- _SUPPLIED INFORMATION_:
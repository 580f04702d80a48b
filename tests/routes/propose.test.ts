import { beforeAll, describe, expect, test } from "vitest";
import { useDatabase as makeApplicationUse } from "#app/db/database.server.ts";
import {
  findDetailsAsOf,
  findNewestEdition,
  findSourceDetailsAsOf,
  findValuesAsOf,
} from "#app/editions/editions.queries.server.ts";
import { paths } from "#app/paths.ts";
import type { Acting } from "#app/people/person.ts";
import { findLines, findRevision } from "#app/review/review.queries.server.ts";
import { sendToReview } from "#app/review/revise.server.ts";
import { ANY_SOURCE, expanded, type ValueRow } from "#tests/support/editions.ts";
import { makePerson, signedIn } from "#tests/support/people.ts";
import { acceptAll, propose, publishWaiting } from "#tests/support/revisions.ts";
import { useServer } from "#tests/support/server.ts";

/*
 * The forms that begin a change, as a browser without scripts sends them: what comes of them, and what stays in the
 * fields when they are refused. Values: CODATA Key Values (1989), NBS tables (1982), both from memory.
 */

let steward: Acting;
let reviewer: Acting;
const cookies = { steward: "", reviewer: "", analyst: "", administrator: "" };
type Who = keyof typeof cookies;

const codata = (key: string, property: ValueRow["property"], text: string): ValueRow => ({
  key,
  property,
  digits: text,
  uncertainty: expanded("0.04"),
});

const server = useServer({
  prepare: async (database) => {
    makeApplicationUse(database.app);
    steward = await makePerson("Ines Halvard", "steward");
    reviewer = await makePerson("Ruth Amsel", "reviewer");
    cookies.steward = await signedIn(steward);
    cookies.reviewer = await signedIn(reviewer);
    cookies.analyst = await signedIn(await makePerson("Noor Vasquez", "analyst"));
    cookies.administrator = await signedIn(await makePerson("Pell Ostrander", "administrator"));
    const first = await propose(steward, {
      sources: [{ id: ANY_SOURCE, title: "Calder Point Laboratory, in-house notes (invented)" }],
      species: [
        { key: "H2(g)" },
        { key: "O2(g)" },
        { key: "H2O(l)", name: "water", cas: "7732-18-5" },
        { key: "C2H6O(g,ethanol)", name: "ethanol", cas: "64-17-5" },
        { key: "C2H6O(g,dimethyl-ether)", name: "dimethyl ether", cas: "115-10-6" },
        { key: "Na+(aq)" },
      ],
      values: [
        codata("H2(g)", "entropy", "130.680"),
        codata("O2(g)", "entropy", "205.152"),
        codata("H2O(l)", "enthalpyOfFormation", "-285.830"),
        codata("H2O(l)", "entropy", "69.95"),
        codata("C2H6O(g,ethanol)", "enthalpyOfFormation", "-235.10"),
        codata("Na+(aq)", "entropy", "58.45"),
      ],
    });
    await acceptAll(steward, reviewer, first);
    await publishWaiting(reviewer);
  },
});

beforeAll(() => makeApplicationUse(server.database.app));

async function get(path: string, who: Who = "steward") {
  const response = await server.fetch(path, { headers: { Cookie: cookies[who] } });
  const html = await response.text();
  return { status: response.status, html, text: textOf(html) };
}

async function post(path: string, fields: Record<string, string>, who: Who = "steward") {
  const response = await server.fetch(path, {
    method: "POST",
    headers: { Cookie: cookies[who] },
    body: new URLSearchParams(fields),
  });
  const html = await response.text();
  const location = response.headers.get("Location");
  return { status: response.status, html, text: textOf(html), revision: Number(/\d+$/.exec(location ?? "")?.[0]) };
}

/** What a page says, without its markup and the data that its scripts would read. */
function textOf(html: string): string {
  return html
    .replace(/<script[\s\S]*?<\/script>/g, "")
    .replace(/<!--.*?-->/g, "")
    .replace(/<[^>]+>/g, " ")
    .replace(/&#x27;/g, "'")
    .replace(/&quot;/g, '"')
    .replace(/\s+/g, " ");
}

/** The value that a field of the page starts with; a text area's text, a box's or button's tick. */
function fieldOf(html: string, name: string): string | undefined {
  const escaped = name.replace(/\./g, "\\.");
  const tag =
    new RegExp(`<input[^>]*\\sname="${escaped}"[^>]*>`).exec(html)?.[0] ??
    new RegExp(`<textarea[^>]*\\sname="${escaped}"[^>]*>([^<]*)`).exec(html)?.[0];
  if (tag?.startsWith("<textarea")) return /<textarea[^>]*>([^<]*)/.exec(tag)?.[1];
  return tag && (/\svalue="([^"]*)"/.exec(tag)?.[1] ?? "");
}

- _PROBLEM_: Print all of the entries exactly as they appear.

- _TASK OUTPUT_:
repository 580f04702d80a48b
filename tests/routes/propose.test.ts
import { beforeAll, describe, expect, test } from "vitest";
import { useDatabase as makeApplicationUse } from "#app/db/database.server.ts";
import {
  findDetailsAsOf,
  findNewestEdition,
  findSourceDetailsAsOf,
  findValuesAsOf,
} from "#app/editions/editions.queries.server.ts";
import { paths } from "#app/paths.ts";
import type { Acting } from "#app/people/person.ts";
import { findLines, findRevision } from "#app/review/review.queries.server.ts";
import { sendToReview } from "#app/review/revise.server.ts";
import { ANY_SOURCE, expanded, type ValueRow } from "#tests/support/editions.ts";
import { makePerson, signedIn } from "#tests/support/people.ts";
import { acceptAll, propose, publishWaiting } from "#tests/support/revisions.ts";
import { useServer } from "#tests/support/server.ts";

/*
 * The forms that begin a change, as a browser without scripts sends them: what comes of them, and what stays in the
 * fields when they are refused. Values: CODATA Key Values (1989), NBS tables (1982), both from memory.
 */

let steward: Acting;
let reviewer: Acting;
const cookies = { steward: "", reviewer: "", analyst: "", administrator: "" };
type Who = keyof typeof cookies;

const codata = (key: string, property: ValueRow["property"], text: string): ValueRow => ({
  key,
  property,
  digits: text,
  uncertainty: expanded("0.04"),
});

const server = useServer({
  prepare: async (database) => {
    makeApplicationUse(database.app);
    steward = await makePerson("Ines Halvard", "steward");
    reviewer = await makePerson("Ruth Amsel", "reviewer");
    cookies.steward = await signedIn(steward);
    cookies.reviewer = await signedIn(reviewer);
    cookies.analyst = await signedIn(await makePerson("Noor Vasquez", "analyst"));
    cookies.administrator = await signedIn(await makePerson("Pell Ostrander", "administrator"));
    const first = await propose(steward, {
      sources: [{ id: ANY_SOURCE, title: "Calder Point Laboratory, in-house notes (invented)" }],
      species: [
        { key: "H2(g)" },
        { key: "O2(g)" },
        { key: "H2O(l)", name: "water", cas: "7732-18-5" },
        { key: "C2H6O(g,ethanol)", name: "ethanol", cas: "64-17-5" },
        { key: "C2H6O(g,dimethyl-ether)", name: "dimethyl ether", cas: "115-10-6" },
        { key: "Na+(aq)" },
      ],
      values: [
        codata("H2(g)", "entropy", "130.680"),
        codata("O2(g)", "entropy", "205.152"),
        codata("H2O(l)", "enthalpyOfFormation", "-285.830"),
        codata("H2O(l)", "entropy", "69.95"),
        codata("C2H6O(g,ethanol)", "enthalpyOfFormation", "-235.10"),
        codata("Na+(aq)", "entropy", "58.45"),
      ],
    });
    await acceptAll(steward, reviewer, first);
    await publishWaiting(reviewer);
  },
});

beforeAll(() => makeApplicationUse(server.database.app));

async function get(path: string, who: Who = "steward") {
  const response = await server.fetch(path, { headers: { Cookie: cookies[who] } });
  const html = await response.text();
  return { status: response.status, html, text: textOf(html) };
}

async function post(path: string, fields: Record<string, string>, who: Who = "steward") {
  const response = await server.fetch(path, {
    method: "POST",
    headers: { Cookie: cookies[who] },
    body: new URLSearchParams(fields),
  });
  const html = await response.text();
  const location = response.headers.get("Location");
  return { status: response.status, html, text: textOf(html), revision: Number(/\d+$/.exec(location ?? "")?.[0]) };
}

/** What a page says, without its markup and the data that its scripts would read. */
function textOf(html: string): string {
  return html
    .replace(/<script[\s\S]*?<\/script>/g, "")
    .replace(/<!--.*?-->/g, "")
    .replace(/<[^>]+>/g, " ")
    .replace(/&#x27;/g, "'")
    .replace(/&quot;/g, '"')
    .replace(/\s+/g, " ");
}

/** The value that a field of the page starts with; a text area's text, a box's or button's tick. */
function fieldOf(html: string, name: string): string | undefined {
  const escaped = name.replace(/\./g, "\\.");
  const tag =
    new RegExp(`<input[^>]*\\sname="${escaped}"[^>]*>`).exec(html)?.[0] ??
    new RegExp(`<textarea[^>]*\\sname="${escaped}"[^>]*>([^<]*)`).exec(html)?.[0];
  if (tag?.startsWith("<textarea")) return /<textarea[^>]*>([^<]*)/.exec(tag)?.[1];
  return tag && (/\svalue="([^"]*)"/.exec(tag)?.[1] ?? "");
}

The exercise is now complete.